Dünya görüşü ve tutumu:çok azı bu iki felsefi kavram arasındaki kesin farkı açıklayabilir. Ve bu arada, bir kişinin hayatını günlük olarak kontrol eden görünmez güçlerdir. Ve eğer bir şekilde kendi mantığınıza dayanarak dünya görüşünü anlayabilirseniz, dünya görüşü çok daha fazla soru ortaya çıkarır.
Bu nedenle, hakkında konuşmak çok uygun olacakbunun arkasında yatan şey, ilk bakışta anlaşılmaz, bir kelime. Ve tutumun yaşam seçimlerimizi tam olarak nasıl etkilediğini ve değiştirmenin mümkün olup olmadığını anlamak.
Felsefe bize ne anlatıyor?
Bu kavram filozof bilim adamları tarafından tanıtıldı.çok eskiden beri. Yani tutum, duygu ve duygular yoluyla gerçekliğin algılanmasıdır. Ancak dünya görüşü oluşturulmuş ilkeler ve hayata bakış.
Yani, dünya görüşü vetutum, birincinin doğrudan bir kişinin bilgi ve deneyimiyle ilişkili olması ve ikincisinin genellikle doğuştan gelen karakteri olmasıdır. Bununla birlikte, bireyin hedeflerine ulaşmak için hangi kararları vereceğini eşit derecede etkilerler.

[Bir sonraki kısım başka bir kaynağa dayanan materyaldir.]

function analyseGroup(g: GroupInput, s: Settings): AgreementGroupJson {
  const { matrix, readers } = buildMatrix(g, s.points);
  const m = readers.length;
  const categories = s.points !== undefined ? Array.from({ length: s.points }, (_, i) => i + 1) : observedCategories(matrix);
  const complete = completeSubjects(matrix);
  const cc = categoryCounts(matrix, categories);
  let twoOrMore = 0;
  for (let i = 0; i < cc.subjects; i++) if (cc.rated[i] >= 2) twoOrMore++;
  const used = (cases: number, stat: StatisticName): UsedJson => ({ cases, readers: m, missing: MISSING[stat] });

  const group: AgreementGroupJson = {
    method: g.method,
    question: g.question,
    subject: g.pooled ? 'case x method' : 'case',
    cases: matrix.subjects,
    readers: m,
    ratings: g.rows.length,
    categories,
    categories_from: s.points !== undefined ? 'scale' : 'observed',
    icc: emptyIcc(),
    icc_anova: null,
    fleiss_kappa: EMPTY,
    krippendorff_alpha: { nominal: EMPTY, ordinal: EMPTY, interval: EMPTY },
    kendall_w: { value: null, chi2: null, df: null, p: null },
    gwet: { ac1: EMPTY, ac2_quadratic: EMPTY },
    percent_agreement: { exact: null, within_one: null },
    cohen_pairs: [],
    light_kappa: { unweighted: EMPTY, linear: EMPTY, quadratic: EMPTY, pairs: 0 },
    used: {
      icc: used(complete.length, 'icc'),
      fleiss_kappa: used(complete.length, 'fleiss_kappa'),
      krippendorff_alpha: used(twoOrMore, 'krippendorff_alpha'),
      kendall_w: used(complete.length, 'kendall_w'),
      gwet: used(matrix.subjects, 'gwet'),
      percent_agreement: used(twoOrMore, 'percent_agreement'),
      cohen_pairs: used(twoOrMore, 'cohen_pairs'),
      light_kappa: used(twoOrMore, 'light_kappa'),
    },
    notes: [],
  };
  const notes = group.notes;
  const unit = g.pooled ? 'case-method images' : 'cases';

  if (m < 2) {
    notes.push(`only one reader (${readers[0]}): agreement needs at least two readers`);
    return group;
  }
  if (complete.length < matrix.subjects) {
    const left = matrix.subjects - complete.length;
    notes.push(
      `${left} of ${matrix.subjects} ${unit} lack a rating from some reader: ICC, Fleiss' kappa and Kendall's W ` +
        'use the complete ones; the other statistics treat missing ratings as listed under "used"',
    );
  }
  if (s.points === undefined && categories.length > 0) {
    notes.push(
      `no scale given: the categories are the scores observed (${categories.join(', ')}); Gwet's chance agreement depends on them`,
    );
  }

  // Cohen's kappa per reader pair, and Light's mean.
  const columns = readers.map((_, r) => {
    const scores = new Float64Array(matrix.subjects);
    for (let i = 0; i < matrix.subjects; i++) scores[i] = matrix.values[i * m + r];
    return categoryIndices(scores, categories);
  });
  const weights = Object.fromEntries(KAPPA_WEIGHTINGS.map((w) => [w, kappaWeights(categories, w)])) as Record<KappaWeighting, Float64Array>;
  const perWeighting: Record<KappaWeighting, number[]> = { unweighted: [], linear: [], quadratic: [] };
  const noOverlap: string[] = [];
  for (let a = 0; a < m; a++) {
    for (let b = a + 1; b < m; b++) {
      const { table, n } = crossTableOfIndices(columns[a], columns[b], categories.length);
      const pair: CohenPairJson = { readers: [readers[a], readers[b]], n, unweighted: EMPTY, linear: EMPTY, quadratic: EMPTY };
      if (n === 0) noOverlap.push(`${readers[a]}-${readers[b]}`);
      for (const w of KAPPA_WEIGHTINGS) {
        if (n === 0) continue;
        const k = cohenKappaFromTable(table, weights[w], categories.length);
        pair[w] = coefficient(k.value, k.ci95, k.se);
        perWeighting[w].push(k.value);
      }
      group.cohen_pairs.push(pair);
    }
  }
  if (noOverlap.length > 0) notes.push(`Cohen's kappa undefined for reader pairs with no case in common: ${noOverlap.join(', ')}`);
  const undefinedPairs = group.cohen_pairs.filter((p) => p.n > 0 && p.unweighted.value === null).map((p) => p.readers.join('-'));
  if (undefinedPairs.length > 0) {
    notes.push(`Cohen's kappa undefined (both readers used one category only) for: ${undefinedPairs.join(', ')}`);
  }
  for (const w of KAPPA_WEIGHTINGS) {
    const l = lightKappa(perWeighting[w]);
    group.light_kappa[w] = coefficient(l.value, null, null);
    if (w === 'unweighted') group.light_kappa.pairs = l.pairs;
  }

  // Count-based statistics over all subjects.
  const pa = percentAgreement(cc);
  group.percent_agreement = { exact: finite(pa.exact), within_one: finite(pa.withinOne) };
  const gwet = (r: GwetAc): CoefficientEstimate => coefficient(r.value, r.ci95, r.se);
  group.gwet = { ac1: gwet(gwetAc1(cc)), ac2_quadratic: gwet(gwetAc2Quadratic(cc)) };
  if (categories.length < 2) notes.push("Gwet's AC1 and AC2 undefined: they need at least two categories");

  const alpha = krippendorffAlpha(cc);
  const hasFleiss = complete.length > 0;
  const fleiss = hasFleiss ? fleissKappaWeighted(cc, m, new Uint8Array(cc.subjects).fill(1)) : Number.NaN;
  if (!hasFleiss) notes.push(`no ${unit.slice(0, -1)} was scored by every reader: ICC, Fleiss' kappa and Kendall's W undefined`);
  else if (!Number.isFinite(fleiss)) notes.push("Fleiss' kappa undefined: every rating falls in one category, so chance agreement is 1");
  if (alpha.units === 0) notes.push(`Krippendorff's alpha undefined: no ${unit.slice(0, -1)} has two ratings`);
  else if (!Number.isFinite(alpha.nominal)) notes.push("Krippendorff's alpha undefined: every pairable rating is the same value");

  let intervals: ([number, number] | null)[] = [null, null, null, null];
  if (s.resamples > 0 && matrix.subjects > 1) {
    const rng = streamFor(s.seed, 'agreement-bootstrap', JSON.stringify([g.method, g.question]));
    // Cases with equal category counts are interchangeable here: resample over distinct patterns.
    const { patterns, patternOf } = distinctPatterns(cc);
    const alphaOf = weightedAlpha(patterns);
    const fleissOf = weightedFleissKappa(patterns, m);
    const samples = caseBootstrap(matrix.subjects, s.resamples, 4, rng, (w, out) => {
      if (hasFleiss) out[0] = fleissOf(w);
      const a = alphaOf(w);
      out[1] = a.nominal;
      out[2] = a.ordinal;
      out[3] = a.interval;
    }, patternOf, patterns.subjects);
    const found = samples.map(percentileInterval);
    intervals = found.map((f) => f.ci95);
    const point = [fleiss, alpha.nominal, alpha.ordinal, alpha.interval];
    const names = ["Fleiss' kappa", "Krippendorff's alpha (nominal)", "Krippendorff's alpha (ordinal)", "Krippendorff's alpha (interval)"];
    found.forEach((f, i) => {
      if (Number.isFinite(point[i]) && f.used < s.resamples) {
        notes.push(`${names[i]}: 95% CI from the ${f.used} of ${s.resamples} resamples where it is defined`);
      }
    });
  }
  group.fleiss_kappa = coefficient(fleiss, intervals[0], null);
  ALPHA_LEVELS.forEach((level, i) => {
    group.krippendorff_alpha[level] = coefficient(alpha[level], intervals[i + 1], null);
  });

  // Complete-case statistics: ICC and Kendall's W.
  if (complete.length >= 2) {
    const rows = completeRowsOf(matrix);
    const r = icc(rows);
    const summary = iccJson(r);
    group.icc = summary.icc;
    notes.push(...summary.notes);
    const a = r.anova;
    group.icc_anova = {
      between_cases: anovaLine(a.betweenCases),
      within_cases: anovaLine(a.withinCases),
      between_readers: anovaLine(a.betweenReaders),
      residual: anovaLine(a.residual),
      total: a.total,
    };
    const w = kendallW(rows);
    group.kendall_w = { value: finite(w.value), chi2: finite(w.chi2), df: w.df, p: finite(w.p) };
    if (!Number.isFinite(w.value)) notes.push("Kendall's W undefined: every reader gave every case the same score");
  } else if (hasFleiss) {
    notes.push(`ICC and Kendall's W undefined: they need at least two complete ${unit}`);
  }
  return group;
}

function groupsOf(rows: readonly TidyRowInput[], opts: AgreementOptions): GroupInput[] {
  const perMethod = new Map<string, Map<string, GroupInput>>();
  const pooled = new Map<string, GroupInput>();
  const methodsPerQuestion = new Map<string, Set<string>>();
  for (const r of rows) {
    if (opts.method !== undefined && r.method !== opts.method) continue;
    if (opts.question !== undefined && r.question !== opts.question) continue;
    let byQuestion = perMethod.get(r.method);
    if (!byQuestion) perMethod.set(r.method, (byQuestion = new Map()));
    let g = byQuestion.get(r.question);
    if (!g) byQuestion.set(r.question, (g = { method: r.method, question: r.question, pooled: false, rows: [] }));
    g.rows.push(r);
    let p = pooled.get(r.question);
    if (!p) pooled.set(r.question, (p = { method: POOLED, question: r.question, pooled: true, rows: [] }));
    p.rows.push(r);
    let methods = methodsPerQuestion.get(r.question);
    if (!methods) methodsPerQuestion.set(r.question, (methods = new Set()));
    methods.add(r.method);
  }
  const byMethod = [...perMethod.values()].flatMap((m) => [...m.values()]).sort((a, b) => compare(a.method, b.method) || compare(a.question, b.question));
  // Pooling one method would repeat its own group, so pooled groups need two methods or more.
  const byQuestion = [...pooled.values()]
    .filter((p) => (methodsPerQuestion.get(p.question)?.size ?? 0) >= 2)
    .sort((a, b) => compare(a.question, b.question));
  return [...byMethod, ...byQuestion];
}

Tutum ilkeleri nasıl anlaşılır?
Öyleyse, nasıl olduğunu anlamaya çalışalımişleyen tutum budur. Gerçekten de, felsefe kılavuzundaki bu kadar kısa bir açıklamaya rağmen, bu kavramı ilk kez kavramak o kadar kolay değildir.
Tutum her bireyin bir parçasıdır,onun varlığını öğrenene kadar onun gerçekliği görülemez. Daha doğrusu - duygularımızın çevremizdeki dünyayı nasıl gördüğümüzü ne kadar etkileyebileceğini düşünene kadar.
Örneğin, kötümserler karanlıktaki her şeyi algılarlarve duygusal spektrumları genellikle çok gridir. Bu bağlamda, tüm dünyanın kasvetli ve donuk bir yer olduğu fikrine bağlı kalmaya eğilimlidirler. Aksine, iyimserler, aksine, her şeyi çok neşeli ve sıcak renklerde görme eğilimindedir.
Dünya görüşü kontrolsüz bir mekanizma mı yoksa edinilmiş bir insan bilinci katmanı mı?
Yukarıdakilerin tümü göz önüne alındığında, yalvarırmantıklı soru: “Algılarınızı değiştirmek mümkün mü yoksa değişmez mi?” Başlangıçta, birçok filozof tutumun kişinin doğumunda ortaya çıkan doğuştan bir hediye olduğuna inanıyordu. Bu nedenle değiştirilemez.
Ancak, yıllar içinde felsefe güçlendi veSadece batı okulunu değil, doğu okulunu da inceleyen bilim insanlarının çalışmaları ile desteklendi. Ve görüşleri daha önce belirtilenlerden farklıydı. Bunun doğrudan doğrulanması, bir kişinin tutumunu temelden değiştirebilen Budist rahiplerin manevi uygulamasıdır.